ArishMell · 70-79, M
@HootyTheNightOwl Interesting thought: schools teaching at least the basics of employee / employer law, rights and responsibilities. Along with other grown-up matters like basic finance.

It might even be more important than careers "advice" that anyway can only be very generic, and may be influenced by individual teachers' knowledge and even prejudices. After all, most teachers are people who have never left school!

So it could work, though I'm not sure how.

.....

That shop, or group of assessors, may have been an anomaly. I have never heard of any problems around people's heights, elsewhere. Just as well because I am short!

The basic requirement under UK health-and-safety law is that appropriate equipment is provided to help people do their work safely and properly. This may be selected following a formal risk-assessment; and certainly can include step-stools and short ladders for access to shelves.

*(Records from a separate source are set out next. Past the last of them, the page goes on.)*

import { NOT_A_NUMBER_TEXT } from '@/lib/format/number';

const SIXTEENTHS_PER_INCH = 16;
const INCHES_PER_FOOT = 12;

function greatestCommonDivisor(a: number, b: number): number {
  return b === 0 ? a : greatestCommonDivisor(b, a % b);
}

/** Whole inches and a reduced sixteenth fraction: (6, 8) → "6-1/2", (0, 8) → "1/2", (6, 0) → "6". */
function inchText(wholeInches: number, sixteenths: number): string {
  if (sixteenths === 0) return String(wholeInches);
  const divisor = greatestCommonDivisor(sixteenths, SIXTEENTHS_PER_INCH);
  const fraction = `${sixteenths / divisor}/${SIXTEENTHS_PER_INCH / divisor}`;
  return wholeInches === 0 ? fraction : `${wholeInches}-${fraction}`;
}

/**
 * A length in feet and inches to the nearest 1/16 in, fractions reduced: 162.5 → `13' 6-1/2"`,
 * 156 → `13' 0"`, 6.5 → `6-1/2"` (under a foot: inches only). Non-finite → "—".
 *
 * @param inches length in inches
 * @example formatFtIn(162.53) // `13' 6-1/2"`
 * Reference: tape-measure notation to 1/16 in (common practice).
 */
export function formatFtIn(inches: number): string {
  if (!Number.isFinite(inches)) return NOT_A_NUMBER_TEXT;
  const total = Math.round(Math.abs(inches) * SIXTEENTHS_PER_INCH);
  const sign = inches < 0 && total > 0 ? '-' : '';
  const perFoot = INCHES_PER_FOOT * SIXTEENTHS_PER_INCH;
  const feet = Math.floor(total / perFoot);
  const rest = total - feet * perFoot;
  const inchesPart = inchText(Math.floor(rest / SIXTEENTHS_PER_INCH), rest % SIXTEENTHS_PER_INCH);
  return feet === 0 ? `${sign}${inchesPart}"` : `${sign}${feet}' ${inchesPart}"`;
}

/**
 * A length in inches to the nearest 1/16 in, fractions reduced: 9.25 → `9-1/4"`, 92.625 → `92-5/8"`.
 *
 * @param inches length in inches
 * @example formatIn(104.625) // `104-5/8"`
 * Reference: tape-measure notation to 1/16 in (common practice).
 */
export function formatIn(inches: number): string {
  if (!Number.isFinite(inches)) return NOT_A_NUMBER_TEXT;
  const total = Math.round(Math.abs(inches) * SIXTEENTHS_PER_INCH);
  const sign = inches < 0 && total > 0 ? '-' : '';
  return `${sign}${inchText(Math.floor(total / SIXTEENTHS_PER_INCH), total % SIXTEENTHS_PER_INCH)}"`;
}

/**
 * A span as printed in span tables, feet-inches without marks, rounded down to the whole inch so a
 * printed span never exceeds the computed one: 147.9 → "12-3".
 *
 * @param inches span in inches (≥ 0)
 * @example formatSpanFtIn(185.2) // "15-5"
 * Reference: span-table notation "ft-in" as in IRC Table R502.3.1(2); rounding down is Tributary's choice.
 */
export function formatSpanFtIn(inches: number): string {
  if (!Number.isFinite(inches) || inches < 0) return NOT_A_NUMBER_TEXT;
  const wholeInches = Math.floor(inches + 1e-9);
  return `${Math.floor(wholeInches / INCHES_PER_FOOT)}-${wholeInches % INCHES_PER_FOOT}`;
}
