import { useState } from 'react';
import { StyleSheet, View } from 'react-native';
import { useDeviceStatus } from '@/lib/hooks/use-device-status';
import { useSessionActions } from '@/lib/hooks/use-session-actions';
import { useSubmit } from '@/lib/hooks/use-submit';
import { spacing } from '@/lib/theme';
import { Button } from '../button';
import { Notice } from '../notice';
import { TextLink } from '../text-link';
import { waitingLossText } from './waiting-loss-text';

/** Sign-out; when changes still wait on this device, the person is warned first and can cancel. */
export function SignOutControl() {
  const { signOut } = useSessionActions();
  const signingOut = useSubmit(signOut);
  const { items, online } = useDeviceStatus();
  const [asking, setAsking] = useState(false);
  const warning = waitingLossText(items.length, online);

  const press = () => {
    if (warning && !asking) setAsking(true);
    else void signingOut.run();
  };

  return (
    <View style={styles.wrap}>
      {signingOut.error ? <Notice tone="error">{signingOut.error.message}</Notice> : null}
      {asking && warning ? (
        <Notice tone="warning" title="Changes are still waiting" testID="sign-out-warning">
          {warning}
        </Notice>
      ) : null}
      {asking && warning ? <TextLink href="/sync" label="Open Sync" /> : null}
      <View style={styles.buttons}>
        <Button
          label={asking ? 'Sign out and delete them' : 'Sign out'}
          icon="signOut"
          variant={asking ? 'danger' : 'secondary'}
          testID={asking ? 'sign-out-confirm' : 'sign-out'}
          busy={signingOut.busy}
          onPress={press}
        />
        {asking ? (
          <Button
            label="Cancel"
            variant="secondary"
            testID="sign-out-cancel"
            onPress={() => setAsking(false)}
          />
        ) : null}
      </View>
    </View>
  );
}

const styles = StyleSheet.create({
  wrap: { gap: spacing.md },
  buttons: { flexDirection: 'row', flexWrap: 'wrap', gap: spacing.md },
});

Though it's not unknown for managers frightened of responsibilities put on them, to impose rather absurd interpretations of the regulations. Like those assessors who tried to make height an "equality" matter instead of just saying, provide step-ladders. One place I worked had equipment-frames that needed such frequent access, that they were fitted permanently with wooden steps suspended from runners on steel tracks.

Or nervous managers set local rules that mean well but are not thought through. For example, I once saw a store-keepers standing on top of a full-size shipping container (roof about 8 feet above ground) to hook crane slings into its lifting-points. He was wearing a controlled-break type fall-arrest harness, but he could clip it only into the nearest hooking cube, by his feet as he stood at each corner of the container. Errr..... Oh, it's all right. He had his safety-boots and hard hat on.